# What you should do
Read the data, and whenever a line holds the word "shaft", report that line.

[Stored data]
[Start of Attachment]

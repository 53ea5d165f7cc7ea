"""Sheets without a search as bare scripts: one library state a fluid, each state found once, values read from it.

Each ``solve`` gives values under the symbols of the sheet, to be compared with the program's before anything is timed.
"""
from __future__ import annotations

import math
from itertools import pairwise
from typing import Any

PIECES = 4


class Sheet:
    """What the scripts share: the library, the inputs [SI], and a state for each fluid."""

    fluids: tuple[str, ...]

    def __init__(self, values: dict[str, float]) -> None:
        import CoolProp
        self.CP, self.v = CoolProp, values
        self.states = tuple(CoolProp.AbstractState("HEOS", name) for name in self.fluids)

    def at_ph(self, fluid: Any, p: float, h: float) -> tuple[float, float]:
        """T and s of a state that is known by pressure and enthalpy."""
        fluid.update(self.CP.HmassP_INPUTS, h, p)
        return fluid.T(), fluid.smass()

    def at_pT(self, fluid: Any, p: float, T: float) -> tuple[float, float, float]:
        """h, s and rho of a state that is known by pressure and temperature."""
        fluid.update(self.CP.PT_INPUTS, p, T)
        return fluid.hmass(), fluid.smass(), fluid.rhomass()

    def saturated(self, fluid: Any, p: float, x: float) -> tuple[float, float, float]:
        """T, h and s of saturated liquid or vapour of a pressure."""
        fluid.update(self.CP.PQ_INPUTS, p, x)
        return fluid.T(), fluid.hmass(), fluid.smass()

    def isentropic(self, fluid: Any, p: float, s: float) -> float:
        """The enthalpy of a pressure and an entropy."""
        fluid.update(self.CP.PSmass_INPUTS, p, s)
        return fluid.hmass()

    def temperature(self, fluid: Any, p: float, h: float) -> float:
        """The temperature of a pressure and an enthalpy."""
        fluid.update(self.CP.HmassP_INPUTS, h, p)
        return fluid.T()

    def profile(self, first: tuple[Any, float, list[tuple[float, float]]], second: tuple[Any, float],
                ends: tuple[tuple[float, float], tuple[float, float]], ratio: float, sign: float
                ) -> tuple[float, list[float]]:
        """Smallest difference along an exchanger, and that at each end of a zone.

        ``first`` is a fluid, its pressure and the (h, T) at the ends of its zones,
        ``second`` the other fluid and its pressure, ``ends`` its (h, T) at the cold
        and the hot end. What is known at an end is not asked for again.
        """
        fluid, p, zones = first
        h_start, (h_cold, T_cold), (_, T_hot) = zones[0][0], *ends
        gaps, at_ends = [sign * (T_cold - zones[0][1])], [sign * (T_cold - zones[0][1])]
        for (low, _), (high, T_high) in pairwise(zones):
            for piece in range(1, PIECES + 1):
                h = low + piece / PIECES * (high - low)
                T = T_high if piece == PIECES else self.temperature(fluid, p, h)
                last = piece == PIECES and high == zones[-1][0]
                T_other = T_hot if last else self.temperature(*second, h_cold + (h - h_start) * ratio)
                gaps.append(sign * (T_other - T))
            at_ends.append(gaps[-1])
        return min(gaps), at_ends


def conductance(m_dot: float, zones: list[tuple[float, float]], gaps: list[float]) -> float:
    """UA of all zones, each by the logarithmic mean of the differences at its ends."""
    total = 0.0
    for (low, high), (one, other) in zip(pairwise(zones), pairwise(gaps), strict=True):
        mean = (one + other) / 2 if abs(one - other) < 0.001 * other else (one - other) / math.log(one / other)
        total += m_dot * (high[0] - low[0]) / mean
    return total


class Machine(Sheet):
    """What both refrigerating machines do."""

    def compressed(self, fluid: Any, suction: tuple[float, float, float], p: float, eta: float
                   ) -> tuple[float, float, float, float]:
        """Work, and h, T, s behind the compressor."""
        h, s, _ = suction
        work = (self.isentropic(fluid, p, s) - h) / eta
        h_out = h + (1 - self.v["f_loss"]) * work
        return work, h_out, *self.at_ph(fluid, p, h_out)

    def evaporator(self, fluid: Any, levels: tuple[float, float, float], inlet: tuple[float, float],
                   outlet: tuple[float, float], flow: float, source: tuple[Any, tuple, tuple]
                   ) -> tuple[float, float]:
        """Smallest difference and UA; ``levels`` are p, and T and h of the dry vapour."""
        p, T_g, h_g = levels
        stream, cold, hot = source
        m_stream = flow * (outlet[0] - inlet[0]) / (hot[0] - cold[0])
        zones = [inlet, (h_g, T_g), outlet]
        least, gaps = self.profile((fluid, p, zones), (stream, self.v["p_source"]),
                                   ((cold[0], self.v["T_source_out"]), (hot[0], self.v["T_source_in"])),
                                   flow / m_stream, 1.0)
        return least, conductance(flow, zones, gaps)

    def ends(self, stream: Any, name: str) -> tuple[tuple, tuple, float]:
        """(h, s, rho) of a stream at its inlet and outlet, and its mean temperature of heat exchange."""
        v = self.v
        here, there = (self.at_pT(stream, v[f"p_{name}"], v[f"T_{name}_{end}"]) for end in ("in", "out"))
        return here, there, (here[0] - there[0]) / (here[1] - there[1])

    def dry(self, fluid: Any, T: float) -> tuple[float, float]:
        """p and h of dry saturated vapour of a temperature."""
        fluid.update(self.CP.QT_INPUTS, 1.0, T)
        return fluid.p(), fluid.hmass()

    def electrical(self, shaft: float) -> float:
        """Electrical power of a shaft's power and the auxiliaries."""
        v = self.v
        return shaft / (v["eta_drive"] * v["eta_motor"]) + v["W_dot_aux"]


class Air:
    """Thin air as an ideal gas with today's gas constant, asked like a library state."""

    def __init__(self, CP: Any, state: Any) -> None:
        self.CP, self.state, self.last = CP, state, 250.0
        self.R = 8.31446261815324 / state.molar_mass()
        self.scale = 8.31446261815324 / state.gas_constant()

    def at(self, T: float) -> float:
        """Enthalpy at a temperature."""
        self.state.update(self.CP.DmolarT_INPUTS, 1e-9, T)
        return self.state.hmass() * self.scale

    def update(self, pair: Any, first: float, second: float) -> None:
        """By p and T, or by h and p with Newton's steps on the heat capacity."""
        if pair == self.CP.PT_INPUTS:
            self.p, self.last = first, second
            self.h = self.at(second)
            return
        self.p, T = second, self.last
        for _ in range(20):
            self.h = self.at(T)
            step = (first - self.h) / (self.state.cpmass() * self.scale)
            T += step
            if abs(step) <= 1e-13 * T:
                break
        self.last = T

    def T(self) -> float:
        return self.last

    def hmass(self) -> float:
        return self.h

    def smass(self) -> float:
        return self.state.smass() * self.scale - self.R * math.log(self.p / self.last)

    def rhomass(self) -> float:
        return self.p / (self.R * self.last)


class Cascade(Machine):
    """The cascade starter: two circuits, three exchangers with their profiles."""

    fluids = ("CarbonDioxide", "Ammonia", "Water", "Air")

    def solve(self) -> dict[str, float]:
        """The low circuit, the high circuit, what they exchange, power and bound."""
        v, (low, high, water, air) = self.v, self.states
        source = Air(self.CP, air)
        source_in, source_out, T_m_source = self.ends(source, "source")
        sink_in, sink_out, T_m_sink = self.ends(water, "sink")
        p_e, h_g_e = self.dry(low, v["T_e"])
        p_cl, h_g_cl = self.dry(low, v["T_cl"])
        p_c, h_g_c = self.dry(high, v["T_c"])
        p_eh, _ = self.dry(high, v["T_cl"] - v["dT_cas"])
        T_1, T_5 = v["T_e"] + v["dT_sh"], v["T_cl"] - v["dT_cas"] + v["dT_sh_high"]
        suction = self.at_pT(low, p_e, T_1)
        w_low, h_2, T_2, s_2 = self.compressed(low, suction, p_cl, v["eta_low"])
        T_3, h_3, s_3 = self.saturated(low, p_cl, 0.0)
        T_4, s_4 = self.at_ph(low, p_e, h_3)
        upper = self.at_pT(high, p_eh, T_5)
        w_high, h_6, T_6, s_6 = self.compressed(high, upper, p_c, v["eta_high"])
        T_bub, h_f_c, _ = self.saturated(high, p_c, 0.0)
        T_7 = T_bub - v["dT_sc"]
        h_7, s_7, _ = self.at_pT(high, p_c, T_7)
        T_8, s_8 = self.at_ph(high, p_eh, h_7)
        m_high = v["Q_dot_sink"] / (h_6 - h_7)
        r_m = (h_2 - h_3) / (upper[0] - h_7)
        m_low = m_high / r_m
        zones = [(h_7, T_7), (h_f_c, T_bub), (h_g_c, v["T_c"]), (h_6, T_6)]
        ratio = (sink_out[0] - sink_in[0]) / (h_6 - h_7)
        dT_c, gaps = self.profile((high, p_c, zones), (water, v["p_sink"]),
                                  ((sink_in[0], v["T_sink_in"]), (sink_out[0], v["T_sink_out"])), ratio, -1.0)
        dT_e, UA_e = self.evaporator(low, (p_e, v["T_e"], h_g_e), (h_3, T_4), (suction[0], T_1), m_low,
                                     (source, source_out, source_in))
        dT_x, _ = self.profile((low, p_cl, [(h_3, T_3), (h_g_cl, v["T_cl"]), (h_2, T_2)]), (high, p_eh),
                               ((h_7, T_8), (upper[0], T_5)), 1 / r_m, -1.0)
        Q_source, shaft = m_low * (suction[0] - h_3), m_low * w_low + m_high * w_high
        COP = Q_source / self.electrical(shaft)
        return {"COP": COP, "Q_dot_source": Q_source, "T_2": T_2, "s_2": s_2, "s_3": s_3, "s_4": s_4, "T_6": T_6,
                "s_6": s_6, "s_7": s_7, "T_8": T_8, "s_8": s_8, "dT_min_c": dT_c, "dT_min_e": dT_e,
                "dT_min_x": dT_x, "UA_c": conductance(m_high, zones, gaps), "UA_e": UA_e,
                "V_dot_1": m_low / suction[2], "V_dot_5": m_high / upper[2],
                "g_rev": COP * (T_m_sink - T_m_source) / T_m_source}


class CarbonDioxide(Machine):
    """The transcritical starter: a given high side, the gas cooler's profile in four quarters."""

    fluids = ("CarbonDioxide", "Water")

    def solve(self) -> dict[str, float]:
        """The cycle, both exchangers, power, bound and the published pressures."""
        v, (wf, water) = self.v, self.states
        source_in, source_out, T_m_source = self.ends(water, "source")
        sink_in, sink_out, T_m_sink = self.ends(water, "sink")
        p_e, h_g_e = self.dry(wf, v["T_e"])
        p_2, T_1, T_3 = v["p_2"], v["T_e"] + v["dT_sh"], v["T_sink_in"] + v["dT_app"]
        suction = self.at_pT(wf, p_e, T_1)
        h_3, s_3, _ = self.at_pT(wf, p_2, T_3)
        work, h_2, T_2, s_2 = self.compressed(wf, suction, p_2, v["eta_is"])
        T_4, s_4 = self.at_ph(wf, p_e, h_3)
        flow = v["Q_dot_sink"] / (h_2 - h_3)
        inner = [h_3 + share * (h_2 - h_3) for share in (0.25, 0.5, 0.75)]
        zones = [(h_3, T_3), *((h, self.temperature(wf, p_2, h)) for h in inner), (h_2, T_2)]
        dT_g, gaps = self.profile((wf, p_2, zones), (water, v["p_sink"]),
                                  ((sink_in[0], v["T_sink_in"]), (sink_out[0], v["T_sink_out"])),
                                  (sink_out[0] - sink_in[0]) / (h_2 - h_3), -1.0)
        dT_e, UA_e = self.evaporator(wf, (p_e, v["T_e"], h_g_e), (h_3, T_4), (suction[0], T_1), flow,
                                     (water, source_out, source_in))
        COP = v["Q_dot_sink"] / self.electrical(flow * work)
        t_e, t_gc = v["T_e"] - 273.15, T_3 - 273.15
        return {"COP": COP, "T_2": T_2, "s_2": s_2, "s_3": s_3, "T_4": T_4, "s_4": s_4, "dT_min_g": dT_g,
                "dT_min_e": dT_e, "UA_g": conductance(flow, zones, gaps), "UA_e": UA_e,
                "V_dot_1": flow / suction[2], "g_rev": COP * (T_m_sink - T_m_source) / T_m_sink,
                "r_crit": p_2 / wf.p_critical(),
                "p_Liao": ((2.778 - 0.0157 * t_e) * t_gc + (0.381 * t_e - 9.34)) * 1e5,
                "p_Chen": (2.68 * t_gc - 6.797) * 1e5, "p_Kauf": (2.6 * (t_gc - 2.9) + 7.54) * 1e5,
                "p_Sarkar": (4.9 + 2.256 * t_gc - 0.17 * t_e + 0.002 * t_gc**2) * 1e5}


class SteamPlant(Sheet):
    """Two reheats and three heaters (trapped, open, trapped): the expansion, the feedwater, the balances."""

    fluids = ("Water",)

    def solve(self) -> dict[str, float]:
        """States along turbine and feedwater, extraction shares, works, heats and bound."""
        v, (wf,) = self.v, self.states
        h_1, s_1, rho_1 = self.at_pT(wf, v["p_1"], v["T_1"])
        h_2, T_2, s_2 = self.expanded((h_1, s_1), v["p_x1"], v["eta_t1"])
        h_3, _, s_3 = self.expanded((h_2, s_2), v["p_rh1"], v["eta_t1"])
        h_4, s_4, _ = self.at_pT(wf, v["p_rh1"], v["T_rh1"])
        h_5, T_5, s_5 = self.expanded((h_4, s_4), v["p_x2"], v["eta_t2"])
        h_6, _, s_6 = self.expanded((h_5, s_5), v["p_rh2"], v["eta_t2"])
        h_7, s_7, _ = self.at_pT(wf, v["p_rh2"], v["T_rh2"])
        h_8, T_8, s_8 = self.expanded((h_7, s_7), v["p_x3"], v["eta_t3"])
        h_9, T_9, s_9 = self.expanded((h_8, s_8), v["p_c"], v["eta_t3"])
        wet = {"x_ex1": self.equilibrium(v["p_rh1"], h_3), "x_ex2": self.equilibrium(v["p_rh2"], h_6)}
        T_g, h_g, _ = self.saturated(wf, v["p_c"], 1.0)
        _, h_10, s_10 = self.saturated(wf, v["p_c"], 0.0)
        w_p1, h_11, T_11, s_11 = self.pumped((h_10, s_10), v["p_x2"], v["eta_p1"])
        T_12, h_12, s_12 = self.saturated(wf, v["p_x3"], 0.0)
        h_13, s_13, _ = self.at_pT(wf, v["p_x2"], T_12 - v["dT_ttd_3"])
        _, h_14, s_14 = self.saturated(wf, v["p_x2"], 0.0)
        w_p2, h_15, T_15, s_15 = self.pumped((h_14, s_14), v["p_1"], v["eta_p2"])
        T_16, h_16, s_16 = self.saturated(wf, v["p_x1"], 0.0)
        h_17, s_17, _ = self.at_pT(wf, v["p_1"], T_16 - v["dT_ttd_1"])
        y_1 = (h_17 - h_15) / (h_2 - h_16)
        y_2 = ((h_14 - h_13) - y_1 * (h_16 - h_13)) / (h_5 - h_13)
        f_w = 1 - y_1 - y_2
        y_3 = f_w * (h_13 - h_11) / (h_8 - h_12)
        f_2, f_6 = 1 - y_1, f_w - y_3
        w_t = (h_1 - h_2) + f_2 * (h_2 - h_3 + h_4 - h_5) + f_w * (h_5 - h_6 + h_7 - h_8) + f_6 * (h_8 - h_9)
        w_p = f_w * w_p1 + w_p2
        q_in = h_1 - h_17 + f_2 * (h_4 - h_3) + f_w * (h_7 - h_6)
        m_dot = (v["W_dot_net"] + v["W_dot_aux"]) / (w_t * v["eta_gen"] - w_p / v["eta_pm"])
        eta_th = v["W_dot_net"] / (m_dot * q_in)
        T_m = q_in / ((s_1 - s_17) + f_2 * (s_4 - s_3) + f_w * (s_7 - s_6))
        return wet | {
            "x_ex3": (h_9 - h_10) / (h_g - h_10), "v_1": 1 / rho_1, "T_2": T_2, "T_5": T_5, "T_8": T_8, "T_9": T_9,
            "s_9": s_9, "T_11": T_11, "s_11": s_11, "s_12": s_12, "s_13": s_13, "T_15": T_15, "s_15": s_15,
            "s_16": s_16, "y_1": y_1, "y_2": y_2, "y_3": y_3, "m_dot_1": m_dot, "eta_th": eta_th, "T_m_in": T_m,
            "HR": m_dot * q_in / v["eta_b"] / v["W_dot_net"], "r_bw": w_p / w_t,
            "q_c": f_6 * h_9 + y_3 * h_12 - f_w * h_10, "g_rev": eta_th / (1 - T_g / T_m)}

    def expanded(self, inlet: tuple[float, float], p: float, eta: float) -> tuple[float, float, float]:
        """h, T, s behind a part of the turbine."""
        h, s = inlet
        h_out = h - eta * (h - self.isentropic(self.states[0], p, s))
        return h_out, *self.at_ph(self.states[0], p, h_out)

    def pumped(self, inlet: tuple[float, float], p: float, eta: float) -> tuple[float, float, float, float]:
        """Work, and h, T, s behind a pump."""
        h, s = inlet
        work = (self.isentropic(self.states[0], p, s) - h) / eta
        return work, h + work, *self.at_ph(self.states[0], p, h + work)

    def equilibrium(self, p: float, h: float) -> float:
        """(h - h_f)/(h_g - h_f)."""
        h_f, h_g = (self.saturated(self.states[0], p, x)[1] for x in (0.0, 1.0))
        return (h - h_f) / (h_g - h_f)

[End of Attachment]

# The completed task
    def electrical(self, shaft: float) -> float:
        """Electrical power of a shaft's power and the auxiliaries."""
        return shaft / (v["eta_drive"] * v["eta_motor"]) + v["W_dot_aux"]
        Q_source, shaft = m_low * (suction[0] - h_3), m_low * w_low + m_high * w_high
        COP = Q_source / self.electrical(shaft)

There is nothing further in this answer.